Casi frente al hospital un bus
que hace la ruta entre Nueva Guinea y Bluefields se encontraba parqueado porque
otros vehículos que circulaban hacia el norte, hacia el sector del mercado, no
cedían el paso. El sonido de los pitos mantenía en alerta a una mujer que
montaba un caballo y jalaba a otro que también llevaba carga hacia el sector
del mercado. Hasta que el bus logró pasar la mujer siguió cabalgando con la
tensión dibujada en su rostro.
Los cerros de tierra
desaparecieron y seguí en mi caminata. Al llegar a las cantinas del Zapote gire
hacia el corral de piedra y subí hacia el PALI. “¿Por qué del hospital hacia
arriba hay cerros de tierra acumulados en la calle y del hospital hacía abajo
no? ¿Habrán terminado de meter los tubos en ese trecho?”, pensaba y me encontré
subiendo la pendiente con el corazón acelerado. Esa es una de las pendientes
más elevadas que hay en las calles de Nueva Guinea. Cerca de su casa me
encontré a Donald Ríos. Estaba esperando las tortillas para el desayuno. “Ya no
voy a la finca, ahora descanso”, dijo y seguí subiendo hasta salir a la calle
del PALI. Luego doble a la izquierda y
coroné la pendiente al llegar a la casa de mi amigo Julio Amador, el hombre
cuyo fantasma tiene compañía.
Ahora, por dónde agarro, pensé y
seguí caminando en la cuadra del extremo este de la antigua pista de aterrizaje,
en dirección a la Policía. Allí me encontré con Alejandro Albuquerque. “Me
ganaste, dijo el pelón, esta lluvia no me deja salir”. Yo tenía cinco días y
hasta hoy vi el sol, no es ganga salir a caminar y mojarse, peligroso una gripe
mal pegada, menos en estos tiempos, le dije. “Sí, más ahora que estas
poniéndote viejo”, respondió. Lo evito le dije y seguí mi camino.
Las mujeres del mercadito
campesino comenzaban a arreglar sus puestos de venta y las que hacen güirilas
ya las tenían en el fuego. Cruce la rotonda de Sandino, la vulcanizadora y la
Fifi preparaba un gran caldero en el fuego. ¿De qué vas a hacer la sopa?,
pregunté. “De cola con médula, seso y todas la verduras que te imagines”, dijo
alegre y recordé la buenas sopas que prepara, sopas de pura vida como dicen los
tiquillos.
Y es que el tema de la vejez
siguió en el camino. Un chavalo que trabaja en el INSS estaba pendiente de la
fila que hacían los señores de la tercera edad en Banpro. “Haciendo ejercicio”,
dijo al verme. Sí, para durar muchos años más y seguir firmándole el acta de fe
de vida”, le dije. Al cruzar la calle vi de espalda a un señor que caminaba
apoyándose en un bastón y un chavalo lo tomaba del brazo. Al alcanzarlo vi que
era don Wilfredo Murillo, un viejo carpintero de Nueva Guinea. Me detuve a
conversar con él.
Don Wil, me alegra verlo. ¿Cómo
está?
“Así como me ve, con este bastón”,
dijo con la mirada fija en mí.
¿Y la carpintería? Tenía que
preguntarle sobre la carpintería porque recuerdo que hizo todas las puertas de
mi casa de Cedro Real y mochetas de Coyote que aún, con el paso de los años, siguen
como recién hechas, sin perder su brillo y fineza.

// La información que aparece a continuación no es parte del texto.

describe('figures that belong together', () => {
  const day = oneDay()

  test('the gates carry the balance of the series at their times', () => {
    expect(day.gates.map((g) => g.kind)).toEqual(['dawn', 'start', 'arrive', 'depart', 'dusk'])
    for (const gate of day.gates.slice(1)) {
      const i = day.series.toMs.findLastIndex((ms) => ms <= Date.parse(gate.at) + 1000)
      expect(Math.abs(day.series.wh[i] - gate.wh)).toBeLessThan(12)
    }
  })

  test('what the trackers took is the income, what they lost is their line', () => {
    const sum = (values: number[]) => values.reduce((a, b) => a + b, 0)
    expect(sum(day.trackers.map((t) => t.inputWh))).toBeCloseTo(day.ledger.cameInWh, 6)
    const line = day.ledger.spendings.find((l) => l.id === 'trackers')
    expect(sum(day.trackers.map((t) => t.lossWh))).toBeCloseTo(line?.wh ?? Number.NaN, 6)
  })

  test('power in and out over the steps gives the ledger’s sums', () => {
    const wh = (watts: number[]) =>
      watts.reduce((sum, w, i) => sum + (w * (day.series.toMs[i] - day.series.fromMs[i])) / 3_600_000, 0)
    expect(wh(day.series.inW)).toBeCloseTo(day.ledger.cameInWh, 0)
    expect(wh(day.series.outW)).toBeCloseTo(day.ledger.wentOutWh, 0)
  })

  test('one brightness of the ground for routes that differ is said', () => {
    const { assumptions } = budget((r) => {
      r.routes.other = { ...r.routes.road, groundAlbedo: 0.4 }
      const [stage] = r.race.days[0].stages ?? []
      r.race.days[0].stages = [stage, { ...stage, id: 'second', route: 'other' }]
    })
    expect(assumptions).toContain('The routes lie in ground of different brightness: its mean is assumed for all.')
  })

  test('what was assumed is said', () => {
    expect(budget().assumptions).toEqual([
      'The sky brings no air pressure: the standard atmosphere is assumed.',
      'The sky brings no humidity: dry air is assumed.',
      'The sky brings no turbidity: Linke 3 is assumed.',
    ])
  })

  test('a headwind from where the car is going costs energy, a tailwind saves it', () => {
    const drag = (fromDeg: number) =>
      oneDay((r) => {
        const [place] = r.sky.places
        place.windMps = place.at.map(() => 6)
        place.windFromDeg = place.at.map(() => fromDeg)
      }).ledger.spendings.find((l) => l.id === 'drag')?.wh ?? Number.NaN
    const calm = day.ledger.spendings.find((l) => l.id === 'drag')?.wh ?? Number.NaN
    expect(drag(0)).toBeGreaterThan(calm * 1.2)
    expect(drag(180)).toBeLessThan(calm * 0.85)
  })

  test('pressure reduced to sea level is brought back to the height of the place', () => {
    const drag = (pressureHpa: number, pressureIs: 'station' | 'sea-level') =>
      oneDay((r) => {
        r.sky.pressureIs = pressureIs
        const [place] = r.sky.places
        place.pressureHpa = place.at.map(() => pressureHpa)
      }).ledger.spendings.find((l) => l.id === 'drag')?.wh ?? Number.NaN
    expect(drag(1013, 'sea-level') / drag(1013, 'station')).toBeCloseTo(0.87, 1)
    expect(drag(1013, 'sea-level') / drag(880, 'station')).toBeCloseTo(1, 1)
  })

  test('an hour’s irradiance counts in the hour that it is said to speak for', () => {
    const morning = (averaging: 'preceding' | 'following') =>
      oneDay((r) => {
        const [place] = r.sky.places
        place.ghiWm2 = place.at.map((at) =>
          Math.max(0, 900 * Math.sin(((Number(at.slice(11, 13)) - 6) / 12) * Math.PI)),
        )
        r.sky.averaging = { ghiWm2: averaging }
      }).ledger.income[0].wh
    expect(morning('following')).not.toBeCloseTo(morning('preceding'), -1)
  })
})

“Eso se acabó hace años. La
madera está carísima, los materiales por los cielos y la gente no quiere pagar
lo que vale un buen trabajo”, dijo.
Se perdió la tradición, su hijo
no siguió sus pasos en la carpintería, dije.
“Este chavalo es mi nieto, es mi
heredero, este va a heredarme todo, hasta lo sandinista”, dijo Don Wilfredo.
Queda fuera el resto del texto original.